:: Exercise instructions ::
Look below for the line containing "if bowed or" and the line containing "str, failed: Any)"; repeat exactly those two lines and all lines between them, and nothing else.

:: Supplied records ::
◇ ◇ ◇ ◇ ◇ ◇ ◇
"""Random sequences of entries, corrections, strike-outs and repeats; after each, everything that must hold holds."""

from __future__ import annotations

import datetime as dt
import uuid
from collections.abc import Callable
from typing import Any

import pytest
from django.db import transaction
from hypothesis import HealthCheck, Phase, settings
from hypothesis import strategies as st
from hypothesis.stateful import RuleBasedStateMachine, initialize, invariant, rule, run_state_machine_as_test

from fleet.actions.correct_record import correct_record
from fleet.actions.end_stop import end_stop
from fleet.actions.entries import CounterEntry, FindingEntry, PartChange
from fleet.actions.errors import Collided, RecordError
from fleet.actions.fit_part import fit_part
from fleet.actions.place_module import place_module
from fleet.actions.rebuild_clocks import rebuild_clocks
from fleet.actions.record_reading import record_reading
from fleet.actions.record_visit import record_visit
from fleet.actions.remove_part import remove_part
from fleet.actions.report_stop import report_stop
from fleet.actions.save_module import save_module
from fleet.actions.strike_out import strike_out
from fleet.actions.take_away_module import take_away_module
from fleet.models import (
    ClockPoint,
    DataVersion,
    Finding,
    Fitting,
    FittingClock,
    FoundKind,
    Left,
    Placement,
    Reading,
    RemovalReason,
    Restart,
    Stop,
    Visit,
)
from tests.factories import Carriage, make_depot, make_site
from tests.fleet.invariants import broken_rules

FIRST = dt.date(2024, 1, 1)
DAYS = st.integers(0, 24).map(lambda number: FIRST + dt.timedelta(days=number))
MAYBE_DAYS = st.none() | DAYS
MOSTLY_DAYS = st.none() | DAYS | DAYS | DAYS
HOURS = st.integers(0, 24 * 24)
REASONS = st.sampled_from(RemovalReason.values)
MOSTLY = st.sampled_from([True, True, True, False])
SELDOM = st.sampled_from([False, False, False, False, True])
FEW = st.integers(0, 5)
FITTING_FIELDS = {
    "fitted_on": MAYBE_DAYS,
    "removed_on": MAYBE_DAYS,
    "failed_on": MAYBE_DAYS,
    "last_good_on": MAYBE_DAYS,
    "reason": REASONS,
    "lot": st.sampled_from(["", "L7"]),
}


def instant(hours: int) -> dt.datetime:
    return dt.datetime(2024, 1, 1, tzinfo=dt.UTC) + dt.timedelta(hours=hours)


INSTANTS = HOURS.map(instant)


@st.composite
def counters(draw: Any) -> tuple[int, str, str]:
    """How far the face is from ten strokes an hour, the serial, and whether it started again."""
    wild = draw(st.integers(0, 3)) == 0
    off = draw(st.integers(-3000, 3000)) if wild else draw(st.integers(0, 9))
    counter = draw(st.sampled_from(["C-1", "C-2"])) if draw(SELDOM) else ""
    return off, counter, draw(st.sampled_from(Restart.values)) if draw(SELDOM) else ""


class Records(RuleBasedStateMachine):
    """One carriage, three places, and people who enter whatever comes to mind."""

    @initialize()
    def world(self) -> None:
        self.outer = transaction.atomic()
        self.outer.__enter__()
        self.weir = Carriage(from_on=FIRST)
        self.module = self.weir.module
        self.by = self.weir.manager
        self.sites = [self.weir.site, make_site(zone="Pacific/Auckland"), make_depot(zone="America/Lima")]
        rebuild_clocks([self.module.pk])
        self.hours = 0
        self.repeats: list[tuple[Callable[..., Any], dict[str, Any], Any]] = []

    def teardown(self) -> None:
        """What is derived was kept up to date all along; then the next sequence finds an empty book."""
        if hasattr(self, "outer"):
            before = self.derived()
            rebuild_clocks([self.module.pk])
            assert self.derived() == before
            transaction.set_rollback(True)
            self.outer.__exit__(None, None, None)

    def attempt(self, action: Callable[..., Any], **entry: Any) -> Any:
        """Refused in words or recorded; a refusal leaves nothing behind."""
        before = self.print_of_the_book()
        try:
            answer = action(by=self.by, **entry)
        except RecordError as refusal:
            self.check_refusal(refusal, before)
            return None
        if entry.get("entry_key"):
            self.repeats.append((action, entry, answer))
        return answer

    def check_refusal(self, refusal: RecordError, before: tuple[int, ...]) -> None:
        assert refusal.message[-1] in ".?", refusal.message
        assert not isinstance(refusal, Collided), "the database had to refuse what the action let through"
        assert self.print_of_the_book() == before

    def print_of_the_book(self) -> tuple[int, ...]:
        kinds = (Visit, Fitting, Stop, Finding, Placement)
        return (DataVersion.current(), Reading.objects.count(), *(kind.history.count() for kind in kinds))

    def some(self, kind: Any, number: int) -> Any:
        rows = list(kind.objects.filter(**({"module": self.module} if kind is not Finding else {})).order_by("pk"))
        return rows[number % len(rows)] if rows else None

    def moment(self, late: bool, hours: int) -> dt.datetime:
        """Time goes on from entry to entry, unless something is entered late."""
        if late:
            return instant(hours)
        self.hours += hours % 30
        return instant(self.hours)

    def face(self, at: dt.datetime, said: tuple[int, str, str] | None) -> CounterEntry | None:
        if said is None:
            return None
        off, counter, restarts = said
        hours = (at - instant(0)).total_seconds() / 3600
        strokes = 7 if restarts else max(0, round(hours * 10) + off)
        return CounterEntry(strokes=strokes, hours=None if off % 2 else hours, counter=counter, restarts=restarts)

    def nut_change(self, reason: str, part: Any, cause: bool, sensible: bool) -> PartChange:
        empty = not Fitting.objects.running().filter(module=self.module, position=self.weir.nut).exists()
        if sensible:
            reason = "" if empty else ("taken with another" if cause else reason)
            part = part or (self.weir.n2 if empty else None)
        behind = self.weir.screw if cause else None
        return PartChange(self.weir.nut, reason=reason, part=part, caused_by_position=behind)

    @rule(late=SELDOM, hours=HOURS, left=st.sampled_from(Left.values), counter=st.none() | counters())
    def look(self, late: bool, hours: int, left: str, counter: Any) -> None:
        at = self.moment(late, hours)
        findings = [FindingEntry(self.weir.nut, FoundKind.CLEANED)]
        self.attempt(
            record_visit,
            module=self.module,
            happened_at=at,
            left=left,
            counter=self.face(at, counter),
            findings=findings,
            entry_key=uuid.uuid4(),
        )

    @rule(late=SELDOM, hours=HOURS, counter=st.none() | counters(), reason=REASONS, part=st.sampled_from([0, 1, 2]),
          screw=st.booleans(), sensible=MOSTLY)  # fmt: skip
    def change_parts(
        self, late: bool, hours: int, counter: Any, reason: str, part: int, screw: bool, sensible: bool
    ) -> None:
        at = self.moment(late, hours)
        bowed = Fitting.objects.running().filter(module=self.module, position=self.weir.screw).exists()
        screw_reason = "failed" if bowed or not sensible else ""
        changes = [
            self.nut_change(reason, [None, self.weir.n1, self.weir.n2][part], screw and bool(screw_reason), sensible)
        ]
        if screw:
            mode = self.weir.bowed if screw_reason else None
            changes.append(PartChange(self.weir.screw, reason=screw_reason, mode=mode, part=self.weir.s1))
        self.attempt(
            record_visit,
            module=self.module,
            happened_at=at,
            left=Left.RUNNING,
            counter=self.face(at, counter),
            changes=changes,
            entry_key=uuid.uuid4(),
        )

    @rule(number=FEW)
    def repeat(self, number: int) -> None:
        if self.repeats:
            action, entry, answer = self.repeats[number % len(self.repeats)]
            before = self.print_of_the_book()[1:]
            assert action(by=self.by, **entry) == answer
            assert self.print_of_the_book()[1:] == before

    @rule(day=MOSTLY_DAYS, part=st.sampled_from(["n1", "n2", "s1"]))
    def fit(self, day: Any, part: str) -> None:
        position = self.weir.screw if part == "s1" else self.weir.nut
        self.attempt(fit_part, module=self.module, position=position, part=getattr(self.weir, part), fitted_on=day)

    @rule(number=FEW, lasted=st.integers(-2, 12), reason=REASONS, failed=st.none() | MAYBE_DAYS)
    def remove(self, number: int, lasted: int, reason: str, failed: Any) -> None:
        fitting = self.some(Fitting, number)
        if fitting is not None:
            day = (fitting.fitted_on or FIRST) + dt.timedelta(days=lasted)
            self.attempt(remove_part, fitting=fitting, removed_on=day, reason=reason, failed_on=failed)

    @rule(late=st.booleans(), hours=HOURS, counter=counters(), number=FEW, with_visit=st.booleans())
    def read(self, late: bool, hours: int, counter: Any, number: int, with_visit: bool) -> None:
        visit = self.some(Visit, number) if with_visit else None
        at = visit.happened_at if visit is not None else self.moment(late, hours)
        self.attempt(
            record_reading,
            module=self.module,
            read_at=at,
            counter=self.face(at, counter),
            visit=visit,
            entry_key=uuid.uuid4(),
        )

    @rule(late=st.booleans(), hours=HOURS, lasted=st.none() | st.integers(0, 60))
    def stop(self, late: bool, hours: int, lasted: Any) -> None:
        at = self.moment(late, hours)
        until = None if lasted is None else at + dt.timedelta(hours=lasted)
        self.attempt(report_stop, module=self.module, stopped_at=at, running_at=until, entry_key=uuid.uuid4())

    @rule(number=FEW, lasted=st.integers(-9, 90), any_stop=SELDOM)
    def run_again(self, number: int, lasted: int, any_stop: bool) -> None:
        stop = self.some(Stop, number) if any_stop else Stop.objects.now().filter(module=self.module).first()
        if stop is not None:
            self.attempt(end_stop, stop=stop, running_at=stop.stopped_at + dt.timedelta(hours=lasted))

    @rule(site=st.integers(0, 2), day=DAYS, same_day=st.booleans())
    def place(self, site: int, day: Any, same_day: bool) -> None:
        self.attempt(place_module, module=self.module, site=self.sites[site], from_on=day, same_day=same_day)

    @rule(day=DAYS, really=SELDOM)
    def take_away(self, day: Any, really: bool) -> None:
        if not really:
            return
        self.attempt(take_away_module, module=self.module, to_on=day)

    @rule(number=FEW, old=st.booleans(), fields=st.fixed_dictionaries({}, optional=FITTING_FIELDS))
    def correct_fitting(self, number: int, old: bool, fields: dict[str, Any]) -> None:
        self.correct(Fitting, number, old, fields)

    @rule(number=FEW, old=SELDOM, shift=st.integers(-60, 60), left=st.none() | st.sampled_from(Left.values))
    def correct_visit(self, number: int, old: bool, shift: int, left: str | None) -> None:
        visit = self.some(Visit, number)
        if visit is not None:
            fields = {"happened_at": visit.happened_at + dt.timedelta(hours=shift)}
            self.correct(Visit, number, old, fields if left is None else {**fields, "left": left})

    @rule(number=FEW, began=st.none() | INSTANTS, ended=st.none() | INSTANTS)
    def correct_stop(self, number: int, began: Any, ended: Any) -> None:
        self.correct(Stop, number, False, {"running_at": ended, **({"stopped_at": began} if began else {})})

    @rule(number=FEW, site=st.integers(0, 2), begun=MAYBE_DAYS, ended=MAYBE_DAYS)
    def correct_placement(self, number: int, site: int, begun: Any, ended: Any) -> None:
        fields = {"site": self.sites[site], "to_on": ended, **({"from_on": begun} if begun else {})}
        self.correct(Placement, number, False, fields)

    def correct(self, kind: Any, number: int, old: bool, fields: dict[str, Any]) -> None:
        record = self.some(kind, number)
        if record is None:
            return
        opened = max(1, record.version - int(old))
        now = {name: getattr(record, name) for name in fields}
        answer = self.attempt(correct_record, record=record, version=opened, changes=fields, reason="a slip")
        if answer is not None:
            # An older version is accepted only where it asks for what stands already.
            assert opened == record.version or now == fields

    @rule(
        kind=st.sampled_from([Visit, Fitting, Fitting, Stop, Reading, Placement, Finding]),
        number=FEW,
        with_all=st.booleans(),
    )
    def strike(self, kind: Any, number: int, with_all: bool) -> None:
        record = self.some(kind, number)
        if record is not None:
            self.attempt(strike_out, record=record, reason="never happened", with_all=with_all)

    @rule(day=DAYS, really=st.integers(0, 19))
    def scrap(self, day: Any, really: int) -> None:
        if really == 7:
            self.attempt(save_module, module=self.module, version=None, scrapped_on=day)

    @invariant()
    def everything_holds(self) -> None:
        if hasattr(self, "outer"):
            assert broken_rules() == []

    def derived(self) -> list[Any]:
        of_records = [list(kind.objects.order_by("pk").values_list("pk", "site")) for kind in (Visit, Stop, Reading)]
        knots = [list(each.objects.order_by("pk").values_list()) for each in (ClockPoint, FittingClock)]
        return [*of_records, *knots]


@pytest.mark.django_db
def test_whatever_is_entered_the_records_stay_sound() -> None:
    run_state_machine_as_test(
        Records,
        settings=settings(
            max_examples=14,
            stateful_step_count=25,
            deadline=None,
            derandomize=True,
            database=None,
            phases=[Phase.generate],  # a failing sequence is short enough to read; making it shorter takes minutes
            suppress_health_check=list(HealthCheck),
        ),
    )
◇ ◇ ◇ ◇ ◇ ◇ ◇
:: Task result ::
        screw_reason = "failed" if bowed or not sensible else ""
        changes = [
            self.nut_change(reason, [None, self.weir.n1, self.weir.n2][part], screw and bool(screw_reason), sensible)
        ]
        if screw:
            mode = self.weir.bowed if screw_reason else None
            changes.append(PartChange(self.weir.screw, reason=screw_reason, mode=mode, part=self.weir.s1))
        self.attempt(
            record_visit,
            module=self.module,
            happened_at=at,
            left=Left.RUNNING,
            counter=self.face(at, counter),
            changes=changes,
            entry_key=uuid.uuid4(),
        )

    @rule(number=FEW)
    def repeat(self, number: int) -> None:
        if self.repeats:
            action, entry, answer = self.repeats[number % len(self.repeats)]
            before = self.print_of_the_book()[1:]
            assert action(by=self.by, **entry) == answer
            assert self.print_of_the_book()[1:] == before

    @rule(day=MOSTLY_DAYS, part=st.sampled_from(["n1", "n2", "s1"]))
    def fit(self, day: Any, part: str) -> None:
        position = self.weir.screw if part == "s1" else self.weir.nut
        self.attempt(fit_part, module=self.module, position=position, part=getattr(self.weir, part), fitted_on=day)

    @rule(number=FEW, lasted=st.integers(-2, 12), reason=REASONS, failed=st.none() | MAYBE_DAYS)
    def remove(self, number: int, lasted: int, reason: str, failed: Any) -> None:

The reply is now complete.